Collected data entries:
○ ○ ○ ○ ○ ○ ○

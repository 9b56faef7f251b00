package fieldwright.field;

import fieldwright.field.closed.Closed;
import fieldwright.geometry.Frame;
import java.util.ArrayList;
import java.util.List;

/**
 * What closed forms say to one question: each body seen at each probe, added to the paver's start value. Where a form has lost more
 * digits than were asked for, and on edges where several surfaces meet, the body's patches go to the paver instead.
 */
final class ClosedSum {
    /** A place is known to this part of its coordinates; the same measure of touching as the panels', within a small factor. */
    private static final double PLACE = 4 * Sampler.EPS;
    /** Squares and cubes of distances beyond it leave the range of doubles. */
    private static final double LARGEST = 1e90;

    private final Paver paver;
    private final boolean potential;
    private final Accuracy accuracy;
    private final double[] error;
    private final List<Seen> all = new ArrayList<>();
    private boolean lost;
    private int evaluations;

    /** {@code error}: of the answer's components, by rounding; added to. */
    ClosedSum(Paver paver, Accuracy accuracy, double[] error) {
        this.paver = paver;
        this.accuracy = accuracy;
        this.error = error;
        potential = paver.isPotential();
    }

    int evaluations() {
        return evaluations;
    }

    /** True when closed forms alone were asked for and one of them lost more digits than the accuracy allows. */
    boolean hasLostDigits() {
        return lost;
    }

    /** One body at one probe: E in the sheet's frame, V, their errors, and where it was touched. */
    private static final class Seen {
        final SpreadBody body;
        final Probe probe;
        final double[] e = new double[3];
        double v;
        double errE;
        double errV;
        final List<Touch> touches = new ArrayList<>();
        /** Furthest charge. */
        double furthest;

        Seen(SpreadBody body, Probe probe) {
            this.body = body;
            this.probe = probe;
        }

        boolean isOnEdge() {
            return touches.stream().anyMatch(t -> t.closed.status() == Closed.Status.UNBOUNDED);
        }
    }

    private record Touch(Closed closed, Frame frame, Probe probe) {
        boolean isLine() {
            return Double.isInfinite(closed.errV());
        }

        /** A direction of the form's own frame in the answer's. */
        double[] mapped() {
            Closed.Direction d = closed.direction();
            double[] s = frame.directionToSheet(new double[] {d.x(), d.y(), d.z()});
            double[] m = new double[3];
            for (int i = 0; i < 3; i++) {
                for (int k = 0; k < 3; k++) {
                    m[i] += probe.a()[3 * i + k] * s[k];
                }
            }
            return m;
        }
    }

    /** One body at one probe. */
    void see(SpreadBody body, Probe probe) {
        Seen seen = body.forms().isEmpty() ? null : look(body, probe, 1);
        if (seen == null || losesDigits(seen)) {
            pave(body, probe);
        } else {
            all.add(seen);
        }
    }

    /** When everything was seen. */
    void finish() {
        edges();
        all.forEach(this::add);
    }

    private void pave(SpreadBody body, Probe probe) {
        body.patches().forEach(patch -> paver.pave(patch, probe));
    }

    /** {@code share} of the place's rounding: 1, or 0 for what the form itself loses. Null where the numbers are too large for it. */
    private Seen look(SpreadBody body, Probe probe, double share) {
        Seen seen = new Seen(body, probe);
        for (double c : probe.place()) {
            if (!(Math.abs(c) <= 0.1 * LARGEST)) {
                return null;
            }
        }
        for (SpreadBody.Placed placed : body.forms()) {
            double[] p = placed.frame().toOwn(probe.place());
            Closed c = placed.form().at(p[0], p[1], p[2], share * rounding(placed, probe));
            evaluations++;
            if (c.status() != Closed.Status.REGULAR) {
                seen.touches.add(new Touch(c, placed.frame(), probe));
            }
            double[] e = placed.frame().directionToSheet(new double[] {c.ex(), c.ey(), c.ez()});
            for (int a = 0; a < 3; a++) {
                seen.e[a] += e[a];
            }
            seen.v += c.v();
            seen.errE += Double.isInfinite(c.errE()) ? 0 : c.errE() + 4 * Sampler.EPS * norm(e);
            seen.errV += Double.isInfinite(c.errV()) ? 0 : c.errV();
            seen.furthest = Math.max(seen.furthest, norm(p) + 2 * placed.form().reach());
        }
        return seen;
    }

    private static double rounding(SpreadBody.Placed placed, Probe probe) {
        Frame frame = placed.frame();
        double most = placed.form().reach();
        for (int j = 0; j < 3; j++) {
            if (!placed.changesAlong(j)) {
                continue;
            }
            double sum = 0;
            int terms = 0;
            for (int k = 0; k < 3; k++) {
                double part = Math.abs(frame.turn()[3 * k + j]);
                sum += part * (Math.abs(probe.place()[k]) + Math.abs(frame.move()[k]));
                terms += part > 0 ? 1 : 0;
            }
            most = Math.max(most, terms * sum);
        }
        return PLACE * most * (probe.isPlain() ? 1 : 2);
    }

    /** A form that lost digits of its own, not those the place itself is uncertain by; closed forms alone keep what they have. */
    private boolean losesDigits(Seen seen) {
        if (seen.body.isEndless() || isGoodEnough(seen, seen)) {
            return false;
        }
        Seen own = look(seen.body, seen.probe, 0);
        boolean byPlace = own.errE <= 0.5 * seen.errE && own.errV <= 0.5 * seen.errV;   // the rest is rounding of the distance from an axis
        if (byPlace || isGoodEnough(own, seen)) {
            return false;
        }
        lost |= accuracy.closedForms() == ClosedForms.ONLY;
        return accuracy.closedForms() != ClosedForms.ONLY;
    }

    private boolean isGoodEnough(Seen errors, Seen values) {
        double allowed = 0.25 * accuracy.relative();
        boolean v = errors.errV <= allowed * Math.abs(values.v) || !Double.isFinite(values.v);
        if (potential) {
            return v;
        }
        boolean e = errors.errE <= allowed * Math.max(norm(values.e), 1e-3 * Math.abs(values.v) / values.furthest);
        return e && (v || values.probe.b() == null) || values.isOnEdge();
    }

    /** Edges: one alone is told by its own form, several together by the panels. */
    private void edges() {
        List<Seen> onEdge = new ArrayList<>();
        for (Seen seen : all) {
            for (Touch touch : seen.touches) {
                if (touch.closed.status() == Closed.Status.UNBOUNDED && touch.isLine()) {
                    paver.contact.unbounded("on a line charge: the field grows without bound as 1 over the distance", null);
                }
            }
            if (seen.isOnEdge()) {
                onEdge.add(seen);
            }
        }
        if (potential || onEdge.isEmpty()) {
            return;
        }
        List<Touch> touches = onEdge.get(0).touches.stream().filter(t -> t.closed.status() == Closed.Status.UNBOUNDED).toList();
        if (onEdge.size() == 1 && touches.size() == 1 && !paver.contact.isTouched()) {
            paver.contact.unbounded("on an edge of a charged surface: the field grows without bound towards it", direction(touches.get(0)));
            return;
        }
        for (Seen seen : onEdge) {
            all.remove(seen);
            pave(seen.body, seen.probe);
        }
    }

    private static double[] direction(Touch touch) {
        double[] d = touch.mapped();
        double size = norm(d);
        return size > 0 ? new double[] {d[0] / size, d[1] / size, d[2] / size} : null;
    }

    private void add(Seen seen) {
        if (potential) {
            paver.start[0] += seen.probe.c() * seen.v;
            error[0] += Math.abs(seen.probe.c()) * seen.errV;
            return;
        }
        double[] a = seen.probe.a();
        double[] b = seen.probe.b();
        for (int i = 0; i < 3; i++) {
            double row = Math.sqrt(a[3 * i] * a[3 * i] + a[3 * i + 1] * a[3 * i + 1] + a[3 * i + 2] * a[3 * i + 2]);
            double value = a[3 * i] * seen.e[0] + a[3 * i + 1] * seen.e[1] + a[3 * i + 2] * seen.e[2] + (b == null ? 0 : b[i] * seen.v);
            paver.start[i] += value;
            error[i] += row * seen.errE + (b == null ? 0 : Math.abs(b[i]) * seen.errV) + Sampler.EPS * Math.abs(value);
        }
        for (Touch touch : seen.touches) {
            if (touch.closed.status() == Closed.Status.ON_SURFACE) {
                paver.contact.surface(touch.closed.jump() / (4 * Math.PI), 1, touch.mapped(), new double[3]);
            }
        }
    }

    private static double norm(double[] v) {
        return Math.sqrt(v[0] * v[0] + v[1] * v[1] + v[2] * v[2]);
    }
}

○ ○ ○ ○ ○ ○ ○

▸ **Work required**:
What you write should match, character for character, the lines from the one with "double[] a = seen.probe.a();" to the end of the data, both included.

▸ **Output for this exercise**:
        double[] a = seen.probe.a();
        double[] b = seen.probe.b();
        for (int i = 0; i < 3; i++) {
            double row = Math.sqrt(a[3 * i] * a[3 * i] + a[3 * i + 1] * a[3 * i + 1] + a[3 * i + 2] * a[3 * i + 2]);
            double value = a[3 * i] * seen.e[0] + a[3 * i + 1] * seen.e[1] + a[3 * i + 2] * seen.e[2] + (b == null ? 0 : b[i] * seen.v);
            paver.start[i] += value;
            error[i] += row * seen.errE + (b == null ? 0 : Math.abs(b[i]) * seen.errV) + Sampler.EPS * Math.abs(value);
        }
        for (Touch touch : seen.touches) {
            if (touch.closed.status() == Closed.Status.ON_SURFACE) {
                paver.contact.surface(touch.closed.jump() / (4 * Math.PI), 1, touch.mapped(), new double[3]);
            }
        }
    }

    private static double norm(double[] v) {
        return Math.sqrt(v[0] * v[0] + v[1] * v[1] + v[2] * v[2]);
    }
}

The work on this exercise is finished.